*Instructions for the task:* From the records below, set down exactly the lines starting with the line that contains "boolean switch). */" and going on through the line that contains "Names of the". Nothing else is wanted.

*Information supplied:*
◆ ◆ ◆ ◆
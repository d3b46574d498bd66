// A small argument parser for the subcommands: positionals, boolean flags and flags with a
// value (`--out FILE` or `--out=FILE`). Errors are ArgumentErrors naming the flag.
import { ArgumentError } from '../core/errors.ts';

/** One option of a command; `value` names its argument (absent for a boolean switch). */
export interface FlagSpec {
  name: string;
  value?: string;
  help: string;
}

/** What a command accepts. */
export interface ArgSpec {
  command: string;
  /** Names of the required positional arguments, in order (e.g. ["SPEC", "PULSE"]). */
  positionals: string[];
  flags: FlagSpec[];
}

/** The parsed command line: positionals in order, flags by name (string value or true). */
export interface ParsedArgs {
  positionals: string[];
  flags: Record<string, string | true>;
  /** --help or -h was given: the caller prints help and ignores the rest. */
  help: boolean;
}

/** The value given to a flag that takes one, or undefined when it was not given. */
export function flagValue(flags: ParsedArgs['flags'], name: string): string | undefined {
  const v = flags[name];
  return typeof v === 'string' ? v : undefined;
}

/** The value of a flag the command cannot do without; a missing one is an ArgumentError with the usage. */
export function requiredFlag(flags: ParsedArgs['flags'], name: string, spec: ArgSpec): string {
  const v = flagValue(flags, name);
  if (v === undefined) throw new ArgumentError(`${spec.command}: --${name} is required; usage: ${usageLine(spec)}`);
  return v;
}

/** Parses a command's arguments (without the command name itself). */
export function parseArgs(argv: string[], spec: ArgSpec): ParsedArgs {
  const parsed: ParsedArgs = { positionals: [], flags: {}, help: false };
  let optionsEnded = false;
  for (let k = 0; k < argv.length; k++) {
    const arg = argv[k];
    if (optionsEnded || !arg.startsWith('-') || arg === '-') {
      parsed.positionals.push(arg);
      continue;
    }
    if (arg === '--') {
      optionsEnded = true;
      continue;
    }
    if (arg === '--help' || arg === '-h') {
      parsed.help = true;
      continue;
    }
    const eq = arg.indexOf('=');
    const name = (eq >= 0 ? arg.slice(0, eq) : arg).replace(/^--?/, '');
    const flag = spec.flags.find((f) => f.name === name);
    if (!flag || !arg.startsWith('--')) throw unknownFlag(arg, spec);
    if (name in parsed.flags) throw new ArgumentError(`${spec.command}: --${name} is given more than once`);
    if (flag.value === undefined) {
      if (eq >= 0) throw new ArgumentError(`${spec.command}: --${name} takes no value (got "${arg.slice(eq + 1)}")`);
      parsed.flags[name] = true;
      continue;
    }
    let value: string | undefined;
    if (eq >= 0) value = arg.slice(eq + 1);
    else if (k + 1 < argv.length && !argv[k + 1].startsWith('--')) value = argv[++k];
    if (value === undefined || value === '') {
      throw new ArgumentError(`${spec.command}: --${name} needs a value (${flag.value})`);
    }
    parsed.flags[name] = value;
  }
  return parsed;
}

/** Checks that exactly the command's positionals were given. */
export function requirePositionals(parsed: ParsedArgs, spec: ArgSpec): string[] {
  const want = spec.positionals;
  if (parsed.positionals.length < want.length) {
    const missing = want.slice(parsed.positionals.length).join(' ');
    throw new ArgumentError(`${spec.command}: missing ${missing}; usage: ${usageLine(spec)}`);
  }
  if (parsed.positionals.length > want.length) {
    const extra = parsed.positionals[want.length];
    throw new ArgumentError(`${spec.command}: unexpected argument "${extra}"; usage: ${usageLine(spec)}`);
  }
  return parsed.positionals;
}

/** "gatesmith design SPEC [--out PULSE] [--json]" */
export function usageLine(spec: ArgSpec): string {
  const flags = spec.flags.map((f) => `[--${f.name}${f.value ? ` ${f.value}` : ''}]`);
  return ['gatesmith', spec.command, ...spec.positionals, ...flags].join(' ');
}

/** The options block of a help text, one aligned line per flag plus --help. */
export function optionsHelp(spec: ArgSpec): string {
  const rows = [...spec.flags, { name: 'help', help: 'show this help' } as FlagSpec].map((f) => [
    `--${f.name}${f.value ? ` ${f.value}` : ''}`,
    f.help,
  ]);
  const width = Math.max(...rows.map(([left]) => left.length));
  return rows.map(([left, right]) => `  ${left.padEnd(width)}  ${right}`).join('\n');
}

function unknownFlag(arg: string, spec: ArgSpec): ArgumentError {
  const known = [...spec.flags.map((f) => `--${f.name}`), '--help'].join(', ');
  return new ArgumentError(`${spec.command}: unknown option ${arg.split('=')[0]}; options: ${known}`);
}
◆ ◆ ◆ ◆
*Answer for this exercise:*
/** One option of a command; `value` names its argument (absent for a boolean switch). */
export interface FlagSpec {
  name: string;
  value?: string;
  help: string;
}

/** What a command accepts. */
export interface ArgSpec {
  command: string;
  /** Names of the required positional arguments, in order (e.g. ["SPEC", "PULSE"]). */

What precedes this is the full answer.